There is also a certain amount of discussion in Encoded Archival Description on the Internet about MARC records for archival materials, which integrate it into the rest of the library catalog, albeit at the collection level. I know Dr Galloway, for one, is positively disdainful of the utility of this. Certainly, there is so little information on a MARC record, comparatively, it is difficult to see how it could be truly helpful. If you are looking for information related to the creator of the collection, chances are you already know where his/her records are likely to be. If not, a quick Google search will tell you. The heterogeneity of the collection is the thing that needs to be conveyed for the record to be useful, and that cannot be done in the MARC format.

As usual, Anne Gilliland-Swetland's piece at the end of the book--alas, I read it in order!--was the most illuminating. She talks about the three reasons for finding aids, and how each of them are related to EAD. Access, which I have been thinking of pretty much exclusively, is only one of them. One of the reasons her article is useful is that she discusses at length research that Marcia Bates has done as to how researchers use the finding aid. She includes techniques like berrypicking, browsing, name searching, etc. Gilliland-Swetland then talks about these in the context of EAD. After all the vague discussion in the rest of the book about how EAD will facilitate access, actually seeing research done on the subject was very useful!

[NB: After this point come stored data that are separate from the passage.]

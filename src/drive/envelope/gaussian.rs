//! exp(-u^2/(2 sigma^2)) with u = t - c, cut at c on both sides.
//!
//! Lifted, (g(t) - g(0))/(1 - g(0)), with c^2 - u^2 = t (L - t): g(t) (1 - exp(-t (L - t)/(2 sigma^2))) over
//! 1 - exp(-c^2/(2 sigma^2)), each difference from 1 by expm1, so that it goes to 0 at the ends with all its digits.
//! Area sigma sqrt(2 pi) erf(c/(sigma sqrt 2)) (M. Abramowitz and I. A. Stegun, Handbook of Mathematical Functions (1964), 7.1).

use std::sync::Arc;

use super::lift::refuse_flat;
use super::parameters::positive;
use super::{Curve, Edge, Parameters, Pieces, ShapeFault};
use crate::quadrature::integral;
use crate::units::RAD_PER_TURN;

#[derive(Debug)]
struct Gaussian {
    sigma_s: f64,
    cut_s: f64,
    /// 1 - g(0) where the edge is lifted.
    lifted: Option<f64>,
}

/// Reads one width, `cut_at` and `edge`.
pub(super) fn build(parameters: &Parameters) -> Result<Arc<dyn Curve>, ShapeFault> {
    let sigma_s = sigma_s(parameters)?;
    let cut_s = parameters.cut_at()?;
    let share = cut_s / sigma_s;
    let lifted = match parameters.edge()? {
        Edge::Step => None,
        Edge::Lift => Some(-(-0.5 * share * share).exp_m1()),
    };
    if let Some(lifted) = lifted {
        refuse_flat(lifted, 1.0)?;
    }
    Ok(Arc::new(Gaussian { sigma_s, cut_s, lifted }))
}

/// The standard deviation of the field, s: `field_fwhm` = 2 sqrt(2 ln 2) sigma; the squared curve has sigma/sqrt 2, so
/// `intensity_fwhm` = 2 sqrt(ln 2) sigma.
fn sigma_s(parameters: &Parameters) -> Result<f64, ShapeFault> {
    const KEYS: &[&str] = &["field_sigma", "field_fwhm", "intensity_fwhm"];
    let ln_2 = std::f64::consts::LN_2;
    let widths = [
        (KEYS[0], parameters.field_sigma_s, 1.0),
        (KEYS[1], parameters.field_fwhm_s, 2.0 * (2.0 * ln_2).sqrt()),
        (KEYS[2], parameters.intensity_fwhm_s, 2.0 * ln_2.sqrt()),
    ];
    let mut given = widths.iter().filter(|(_, width, _)| width.is_some());
    match (given.next(), given.next()) {
        (Some((key, width, in_sigmas)), None) => Ok(positive(key, *width)? / in_sigmas),
        _ => {
            let given = widths.iter().filter(|(_, width, _)| width.is_some()).map(|(key, ..)| *key).collect();
            Err(ShapeFault::NotOneOf { keys: KEYS, given })
        }
    }
}

impl Gaussian {
    fn uncut(&self, t_s: f64) -> f64 {
        let share = (t_s - self.cut_s) / self.sigma_s;
        (-0.5 * share * share).exp()
    }
}

impl Curve for Gaussian {
    fn at(&self, t_s: f64) -> f64 {
        let value = self.uncut(t_s);
        match self.lifted {
            None => value,
            Some(lifted) => {
                let from_cut = (t_s / self.sigma_s) * ((self.length_s() - t_s) / self.sigma_s);
                value * -(-0.5 * from_cut).exp_m1() / lifted
            }
        }
    }

    fn slope(&self, t_s: f64) -> f64 {
        let slope = -(t_s - self.cut_s) / self.sigma_s * self.uncut(t_s) / self.sigma_s;
        slope / self.lifted.unwrap_or(1.0)
    }

    fn length_s(&self) -> f64 {
        2.0 * self.cut_s
    }

    fn area_s(&self) -> f64 {
        let step = self.uncut_area_s() * libm::erf(self.cut_s / (self.sigma_s * std::f64::consts::SQRT_2));
        match self.lifted {
            None => step,
            // The closed form takes a pedestal off that is most of the area; the curve is one smooth arch there.
            Some(lifted) if lifted < 0.5 => integral(0.0, self.length_s(), |t| self.at(t)),
            Some(lifted) => (step - self.length_s() * self.uncut(0.0)) / lifted,
        }
    }

    /// sigma sqrt(2 pi); the lifted curve has the same peak.
    fn uncut_area_s(&self) -> f64 {
        self.sigma_s * RAD_PER_TURN.sqrt()
    }

    fn largest(&self) -> f64 {
        1.0
    }

    fn pieces(&self) -> Pieces {
        Pieces::Smooth { kinks_s: Arc::from([]) }
    }
}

A major recurring theme in all the articles in the book is that of what they call union discovery, of standardized markup so that a researcher can search across EAD platforms and discover records regardless of the institution that houses them. It took me a while to figure out that they were not necessarily talking about Web search, but rather something like OAI-PMH, which facilitates resource discovery by harvesting exposed metadata from a variety of institutions so a user can do one search and obtain results from a variety of different institutions.

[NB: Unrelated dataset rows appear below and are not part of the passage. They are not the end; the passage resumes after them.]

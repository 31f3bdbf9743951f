"""exp(-i H t) on a basis state by mpmath at 60 digits: couplings of hundreds of GHz for 40 ns, and a splitting of 20 Hz on 10 MHz for 10 ms."""
from mpmath import mp, mpf, matrix, expm, pi, mpc

mp.dps = 60


def end(rows, t, start):
    n = len(rows)
    h = matrix(n, n)
    for j in range(n):
        for k in range(n):
            h[j, k] = mpc(rows[j][k])
    values, vectors = mp.eighe(h)
    psi = matrix(n, 1)
    for a in range(n):
        share = mp.conj(vectors[start, a]) * mp.exp(-2j * pi * values[a] * t)
        for j in range(n):
            psi[j] += vectors[j, a] * share
    return [mp.nstr(abs(psi[j]) ** 2, 20) for j in range(n)]


G = mpf(10) ** 9
print(end([[0, 310 * G, 95j * G], [310 * G, 870 * G, -220 * G], [-95j * G, -220 * G, -1430 * G]], mpf(40) / 10**9, 2))
M, e = mpf(10) ** 7, mpf(20)
print(end([[M, e, 0], [e, M + e, e], [0, e, M - 2 * e]], mpf(10) / 1000, 0))
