"""The population after 100 000 repeats of four slices of 1 ns (two levels), by mpmath at 50 digits.

H / h of the slices, Hz: levels 0 and 370 kHz; coupling 3.1 MHz; upper level raised by 1.9 MHz; coupling 2.4i MHz; wait.
"""
from mpmath import mp, mpf, matrix, cos, sin, sqrt, exp, pi, eye

mp.dps = 50


def step(a, b, g, t):
    mean, d = (a + b) / 2, (a - b) / 2
    w = sqrt(d * d + abs(g) ** 2)
    c, s = cos(2 * pi * w * t), sin(2 * pi * w * t)
    u = matrix([[c - 1j * s * d / w, -1j * s * g / w], [-1j * s * mp.conj(g) / w, c + 1j * s * d / w]])
    return u * exp(-2j * pi * mean * t)


line, t = mpf(370000), mpf(1) / 10**9
steps = [
    step(mpf(0), line, mp.mpc(3100000), t),
    step(mpf(0), line + 1900000, mp.mpc(0), t),
    step(mpf(0), line, mp.mpc(0, -2400000), t),
    step(mpf(0), line, mp.mpc(0), t),
]
once = eye(2)
for u in steps:
    once = u * once
print(mp.nstr(abs((once**100000)[1, 0]) ** 2, 20))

I went on to read the 2002 article about OAI and EAD to learn more about the two in relation to one another. These authors found that integrating EAD records into OAI would require the loss of a significant amount of detail in the EAD record, or the creation of multiple OAI records from one EAD record. They determine that even with its inherent limitations, such a compromise would be useful as an alternative access point. It certainly seems to me that it would be more so than MARC records of archival collections, at any rate. However, since Yahoo! and Google are no longer searching through the OAI-PMH protocols, would anyone find these records anyway? A librarian I spoke with yesterday (I am at TLA) said that you could instead convert your OAI aggregation into XML and then Google could find it. I wonder if this is anything other than a stopgap? Will OAI fall by the wayside anyway? And I don't know much about EAD and Google--finding aids and search engines were not covered in this book, much to my chagrin, so I will look for more of these for next week. I also have a couple more EAD/Web resources I will check out in part or in whole to see if they have additional information.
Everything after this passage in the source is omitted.